→ **Task instructions**
Go to the line holding "far: Floats" in the entries below and write out exactly every line down to and including the line holding "somata = np.flatnonzero(tree.kinds".

______________________________

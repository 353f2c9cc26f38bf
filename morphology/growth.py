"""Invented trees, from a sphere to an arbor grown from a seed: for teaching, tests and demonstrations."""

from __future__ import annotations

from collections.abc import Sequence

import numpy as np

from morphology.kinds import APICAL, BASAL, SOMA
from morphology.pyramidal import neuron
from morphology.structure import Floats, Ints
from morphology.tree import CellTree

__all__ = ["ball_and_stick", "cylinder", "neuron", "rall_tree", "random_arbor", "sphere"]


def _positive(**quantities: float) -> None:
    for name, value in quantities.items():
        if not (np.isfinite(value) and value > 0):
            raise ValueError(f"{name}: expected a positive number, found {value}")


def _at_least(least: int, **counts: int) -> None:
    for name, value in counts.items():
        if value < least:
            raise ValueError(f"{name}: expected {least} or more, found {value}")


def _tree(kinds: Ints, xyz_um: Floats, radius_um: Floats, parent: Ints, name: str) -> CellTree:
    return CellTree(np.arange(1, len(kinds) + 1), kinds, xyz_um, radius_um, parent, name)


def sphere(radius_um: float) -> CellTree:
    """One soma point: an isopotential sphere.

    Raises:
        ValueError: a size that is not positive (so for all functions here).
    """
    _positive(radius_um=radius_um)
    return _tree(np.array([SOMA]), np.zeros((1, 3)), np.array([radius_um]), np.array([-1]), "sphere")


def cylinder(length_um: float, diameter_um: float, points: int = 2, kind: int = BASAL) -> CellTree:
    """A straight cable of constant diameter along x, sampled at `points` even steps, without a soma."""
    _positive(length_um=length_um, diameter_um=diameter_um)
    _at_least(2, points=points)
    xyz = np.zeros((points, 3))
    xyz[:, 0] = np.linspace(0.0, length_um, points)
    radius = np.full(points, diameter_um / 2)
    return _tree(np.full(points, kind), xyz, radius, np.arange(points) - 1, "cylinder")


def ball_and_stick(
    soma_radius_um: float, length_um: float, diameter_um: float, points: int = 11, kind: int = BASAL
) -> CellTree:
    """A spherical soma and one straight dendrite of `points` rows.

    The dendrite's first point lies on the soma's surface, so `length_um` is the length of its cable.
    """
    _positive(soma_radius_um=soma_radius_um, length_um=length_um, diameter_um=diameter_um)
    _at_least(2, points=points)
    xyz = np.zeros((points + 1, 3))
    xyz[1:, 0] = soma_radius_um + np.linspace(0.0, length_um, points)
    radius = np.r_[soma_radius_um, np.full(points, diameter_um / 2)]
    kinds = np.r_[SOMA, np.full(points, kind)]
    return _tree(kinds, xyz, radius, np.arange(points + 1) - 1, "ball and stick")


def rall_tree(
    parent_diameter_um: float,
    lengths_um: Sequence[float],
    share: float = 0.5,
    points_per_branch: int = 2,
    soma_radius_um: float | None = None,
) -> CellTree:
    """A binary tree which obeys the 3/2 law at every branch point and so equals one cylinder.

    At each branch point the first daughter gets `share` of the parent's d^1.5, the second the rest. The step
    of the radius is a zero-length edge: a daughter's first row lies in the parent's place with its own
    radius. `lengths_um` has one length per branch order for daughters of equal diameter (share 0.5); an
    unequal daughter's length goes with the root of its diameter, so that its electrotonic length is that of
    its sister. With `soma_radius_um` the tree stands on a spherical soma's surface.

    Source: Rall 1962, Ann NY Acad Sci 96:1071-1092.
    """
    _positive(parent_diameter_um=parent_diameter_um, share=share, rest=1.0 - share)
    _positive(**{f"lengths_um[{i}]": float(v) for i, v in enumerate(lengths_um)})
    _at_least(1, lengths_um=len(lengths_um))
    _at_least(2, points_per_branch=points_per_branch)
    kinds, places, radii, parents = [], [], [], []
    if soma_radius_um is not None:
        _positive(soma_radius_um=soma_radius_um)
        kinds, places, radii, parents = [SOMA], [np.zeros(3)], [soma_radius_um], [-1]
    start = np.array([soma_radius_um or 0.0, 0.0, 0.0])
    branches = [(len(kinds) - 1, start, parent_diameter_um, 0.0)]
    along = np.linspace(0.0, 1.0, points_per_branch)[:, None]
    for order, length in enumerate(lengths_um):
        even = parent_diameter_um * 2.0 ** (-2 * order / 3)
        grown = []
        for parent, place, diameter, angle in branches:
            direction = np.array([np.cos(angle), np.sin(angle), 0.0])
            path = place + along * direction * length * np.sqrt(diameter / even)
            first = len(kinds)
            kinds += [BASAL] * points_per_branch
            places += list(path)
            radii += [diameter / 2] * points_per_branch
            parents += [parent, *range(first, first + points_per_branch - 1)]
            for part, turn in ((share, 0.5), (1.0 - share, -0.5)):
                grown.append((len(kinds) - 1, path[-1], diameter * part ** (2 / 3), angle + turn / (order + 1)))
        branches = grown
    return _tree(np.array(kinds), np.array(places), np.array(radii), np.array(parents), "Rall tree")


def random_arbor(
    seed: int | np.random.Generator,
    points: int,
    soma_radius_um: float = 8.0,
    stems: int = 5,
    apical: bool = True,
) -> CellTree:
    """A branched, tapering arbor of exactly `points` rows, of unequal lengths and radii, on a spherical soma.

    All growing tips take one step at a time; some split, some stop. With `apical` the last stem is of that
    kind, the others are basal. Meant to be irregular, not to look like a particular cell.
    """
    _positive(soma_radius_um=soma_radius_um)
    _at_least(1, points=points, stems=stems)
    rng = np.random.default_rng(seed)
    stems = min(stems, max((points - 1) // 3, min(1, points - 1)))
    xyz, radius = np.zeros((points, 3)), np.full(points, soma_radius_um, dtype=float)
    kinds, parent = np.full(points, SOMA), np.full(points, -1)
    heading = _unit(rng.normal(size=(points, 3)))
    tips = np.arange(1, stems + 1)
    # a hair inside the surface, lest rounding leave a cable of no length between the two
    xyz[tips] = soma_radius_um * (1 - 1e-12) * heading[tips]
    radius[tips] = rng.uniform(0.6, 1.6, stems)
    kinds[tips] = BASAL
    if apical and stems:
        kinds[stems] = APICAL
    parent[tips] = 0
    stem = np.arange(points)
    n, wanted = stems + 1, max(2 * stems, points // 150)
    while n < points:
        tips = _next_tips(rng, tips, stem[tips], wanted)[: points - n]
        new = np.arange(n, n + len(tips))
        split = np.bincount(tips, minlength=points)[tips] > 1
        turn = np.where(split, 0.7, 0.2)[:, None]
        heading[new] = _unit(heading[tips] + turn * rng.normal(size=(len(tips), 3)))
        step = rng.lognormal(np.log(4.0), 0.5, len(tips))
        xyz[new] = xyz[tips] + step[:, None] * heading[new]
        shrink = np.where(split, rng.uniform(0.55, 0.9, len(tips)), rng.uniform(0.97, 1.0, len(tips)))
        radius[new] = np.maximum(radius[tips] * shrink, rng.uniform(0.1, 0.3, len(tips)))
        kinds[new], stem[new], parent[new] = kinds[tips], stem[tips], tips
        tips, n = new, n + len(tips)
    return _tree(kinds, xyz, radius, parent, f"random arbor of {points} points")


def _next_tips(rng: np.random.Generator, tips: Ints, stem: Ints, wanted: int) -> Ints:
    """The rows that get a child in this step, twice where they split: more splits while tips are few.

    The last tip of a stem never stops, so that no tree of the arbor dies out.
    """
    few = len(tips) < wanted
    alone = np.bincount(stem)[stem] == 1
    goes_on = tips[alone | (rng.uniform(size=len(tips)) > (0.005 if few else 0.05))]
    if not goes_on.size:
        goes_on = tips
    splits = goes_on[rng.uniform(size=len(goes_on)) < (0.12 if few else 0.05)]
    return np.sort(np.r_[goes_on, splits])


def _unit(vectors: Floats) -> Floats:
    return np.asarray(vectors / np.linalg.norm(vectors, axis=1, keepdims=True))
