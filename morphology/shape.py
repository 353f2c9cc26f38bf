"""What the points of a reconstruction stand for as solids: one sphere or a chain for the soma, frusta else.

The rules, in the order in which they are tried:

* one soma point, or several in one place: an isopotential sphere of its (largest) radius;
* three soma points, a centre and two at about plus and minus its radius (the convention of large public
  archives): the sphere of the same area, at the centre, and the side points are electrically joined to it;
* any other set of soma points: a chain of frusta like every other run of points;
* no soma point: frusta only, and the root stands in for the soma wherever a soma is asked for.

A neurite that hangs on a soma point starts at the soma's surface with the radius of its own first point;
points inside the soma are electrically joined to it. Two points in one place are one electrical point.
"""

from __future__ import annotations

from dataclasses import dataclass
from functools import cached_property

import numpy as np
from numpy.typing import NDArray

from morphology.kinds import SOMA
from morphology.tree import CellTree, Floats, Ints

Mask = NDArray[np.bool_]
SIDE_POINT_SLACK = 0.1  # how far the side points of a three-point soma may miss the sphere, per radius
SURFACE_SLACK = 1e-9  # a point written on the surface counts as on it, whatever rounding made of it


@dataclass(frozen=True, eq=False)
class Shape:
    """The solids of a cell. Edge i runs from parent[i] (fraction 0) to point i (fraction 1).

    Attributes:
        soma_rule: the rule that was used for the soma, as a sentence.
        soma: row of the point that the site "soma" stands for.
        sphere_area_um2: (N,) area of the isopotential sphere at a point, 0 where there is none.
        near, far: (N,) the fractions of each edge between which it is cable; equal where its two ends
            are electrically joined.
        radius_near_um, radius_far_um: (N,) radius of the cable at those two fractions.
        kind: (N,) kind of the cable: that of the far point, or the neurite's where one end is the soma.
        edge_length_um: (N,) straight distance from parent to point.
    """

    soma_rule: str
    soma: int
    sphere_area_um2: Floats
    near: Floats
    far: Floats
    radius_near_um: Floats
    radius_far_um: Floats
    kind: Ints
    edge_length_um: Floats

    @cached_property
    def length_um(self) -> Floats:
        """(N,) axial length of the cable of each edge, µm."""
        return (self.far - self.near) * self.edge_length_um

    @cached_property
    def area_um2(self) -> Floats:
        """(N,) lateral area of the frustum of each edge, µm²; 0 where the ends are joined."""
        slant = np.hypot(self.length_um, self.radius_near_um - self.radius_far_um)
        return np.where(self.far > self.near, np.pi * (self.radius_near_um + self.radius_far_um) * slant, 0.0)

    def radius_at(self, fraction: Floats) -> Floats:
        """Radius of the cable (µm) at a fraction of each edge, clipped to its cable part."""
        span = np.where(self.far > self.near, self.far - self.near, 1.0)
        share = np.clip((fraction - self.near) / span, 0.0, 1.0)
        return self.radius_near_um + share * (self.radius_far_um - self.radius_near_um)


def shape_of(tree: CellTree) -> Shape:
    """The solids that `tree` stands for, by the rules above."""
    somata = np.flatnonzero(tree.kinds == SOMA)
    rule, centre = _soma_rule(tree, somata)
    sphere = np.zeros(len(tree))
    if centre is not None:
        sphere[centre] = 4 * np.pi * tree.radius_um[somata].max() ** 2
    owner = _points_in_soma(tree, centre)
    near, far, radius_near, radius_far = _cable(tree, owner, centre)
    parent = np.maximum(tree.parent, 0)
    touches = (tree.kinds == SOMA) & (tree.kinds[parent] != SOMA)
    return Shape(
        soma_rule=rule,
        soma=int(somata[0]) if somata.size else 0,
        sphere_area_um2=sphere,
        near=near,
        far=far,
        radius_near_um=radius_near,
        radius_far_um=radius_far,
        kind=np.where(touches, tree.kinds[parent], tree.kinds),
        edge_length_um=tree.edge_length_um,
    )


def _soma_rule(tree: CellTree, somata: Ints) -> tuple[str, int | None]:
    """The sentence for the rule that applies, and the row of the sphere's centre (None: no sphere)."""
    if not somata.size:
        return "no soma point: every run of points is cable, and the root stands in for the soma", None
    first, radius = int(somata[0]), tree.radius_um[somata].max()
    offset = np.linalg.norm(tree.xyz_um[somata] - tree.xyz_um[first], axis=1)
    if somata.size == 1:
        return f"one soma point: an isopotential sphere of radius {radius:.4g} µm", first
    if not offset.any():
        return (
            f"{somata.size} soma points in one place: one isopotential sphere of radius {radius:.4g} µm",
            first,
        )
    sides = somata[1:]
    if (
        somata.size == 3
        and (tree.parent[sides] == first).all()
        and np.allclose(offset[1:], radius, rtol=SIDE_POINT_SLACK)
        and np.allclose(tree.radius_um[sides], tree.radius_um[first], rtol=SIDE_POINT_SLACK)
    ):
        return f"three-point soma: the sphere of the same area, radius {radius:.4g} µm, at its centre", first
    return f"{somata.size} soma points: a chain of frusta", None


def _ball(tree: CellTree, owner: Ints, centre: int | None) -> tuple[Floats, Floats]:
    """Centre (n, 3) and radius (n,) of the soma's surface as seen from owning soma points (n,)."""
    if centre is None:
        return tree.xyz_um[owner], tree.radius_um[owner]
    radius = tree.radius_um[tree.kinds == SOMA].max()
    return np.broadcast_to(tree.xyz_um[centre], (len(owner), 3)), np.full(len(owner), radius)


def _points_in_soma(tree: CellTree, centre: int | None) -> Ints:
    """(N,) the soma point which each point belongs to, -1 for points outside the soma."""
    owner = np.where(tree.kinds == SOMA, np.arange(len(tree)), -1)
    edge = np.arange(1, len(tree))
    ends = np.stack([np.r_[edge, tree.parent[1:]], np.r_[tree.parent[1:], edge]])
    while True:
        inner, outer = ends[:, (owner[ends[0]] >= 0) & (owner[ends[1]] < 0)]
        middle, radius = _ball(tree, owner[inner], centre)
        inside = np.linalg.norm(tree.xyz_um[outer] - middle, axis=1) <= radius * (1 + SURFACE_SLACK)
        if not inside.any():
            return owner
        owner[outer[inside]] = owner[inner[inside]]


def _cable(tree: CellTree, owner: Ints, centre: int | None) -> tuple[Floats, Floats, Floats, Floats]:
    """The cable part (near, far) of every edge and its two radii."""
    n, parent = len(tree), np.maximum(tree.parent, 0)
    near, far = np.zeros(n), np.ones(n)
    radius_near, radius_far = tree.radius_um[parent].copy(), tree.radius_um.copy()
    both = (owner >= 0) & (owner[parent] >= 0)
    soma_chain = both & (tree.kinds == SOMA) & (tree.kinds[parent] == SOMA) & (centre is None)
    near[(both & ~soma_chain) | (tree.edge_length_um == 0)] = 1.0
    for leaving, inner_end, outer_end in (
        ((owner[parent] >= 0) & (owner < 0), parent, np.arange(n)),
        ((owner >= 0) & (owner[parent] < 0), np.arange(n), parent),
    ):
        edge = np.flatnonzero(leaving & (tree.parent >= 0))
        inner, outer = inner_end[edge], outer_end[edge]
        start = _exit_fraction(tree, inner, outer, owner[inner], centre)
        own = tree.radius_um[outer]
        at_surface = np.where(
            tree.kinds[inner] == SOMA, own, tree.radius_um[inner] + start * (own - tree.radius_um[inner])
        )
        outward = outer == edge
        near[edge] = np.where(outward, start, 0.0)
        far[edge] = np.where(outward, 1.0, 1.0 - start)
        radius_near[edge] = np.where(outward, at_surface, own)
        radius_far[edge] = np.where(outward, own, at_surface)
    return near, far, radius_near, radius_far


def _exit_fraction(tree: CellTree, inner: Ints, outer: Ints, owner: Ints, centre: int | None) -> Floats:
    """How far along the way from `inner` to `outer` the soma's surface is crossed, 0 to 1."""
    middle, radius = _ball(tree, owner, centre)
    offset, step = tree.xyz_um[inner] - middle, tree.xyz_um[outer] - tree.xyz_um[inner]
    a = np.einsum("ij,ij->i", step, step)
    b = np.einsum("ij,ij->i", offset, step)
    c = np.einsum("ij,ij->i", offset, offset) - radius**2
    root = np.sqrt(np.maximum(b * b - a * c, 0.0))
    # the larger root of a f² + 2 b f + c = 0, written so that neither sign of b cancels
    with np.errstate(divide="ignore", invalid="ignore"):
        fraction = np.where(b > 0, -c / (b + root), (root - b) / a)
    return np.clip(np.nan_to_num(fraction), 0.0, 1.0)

______________________________

→ **Result of the exercise**
    far: Floats
    radius_near_um: Floats
    radius_far_um: Floats
    kind: Ints
    edge_length_um: Floats

    @cached_property
    def length_um(self) -> Floats:
        """(N,) axial length of the cable of each edge, µm."""
        return (self.far - self.near) * self.edge_length_um

    @cached_property
    def area_um2(self) -> Floats:
        """(N,) lateral area of the frustum of each edge, µm²; 0 where the ends are joined."""
        slant = np.hypot(self.length_um, self.radius_near_um - self.radius_far_um)
        return np.where(self.far > self.near, np.pi * (self.radius_near_um + self.radius_far_um) * slant, 0.0)

    def radius_at(self, fraction: Floats) -> Floats:
        """Radius of the cable (µm) at a fraction of each edge, clipped to its cable part."""
        span = np.where(self.far > self.near, self.far - self.near, 1.0)
        share = np.clip((fraction - self.near) / span, 0.0, 1.0)
        return self.radius_near_um + share * (self.radius_far_um - self.radius_near_um)


def shape_of(tree: CellTree) -> Shape:
    """The solids that `tree` stands for, by the rules above."""
    somata = np.flatnonzero(tree.kinds == SOMA)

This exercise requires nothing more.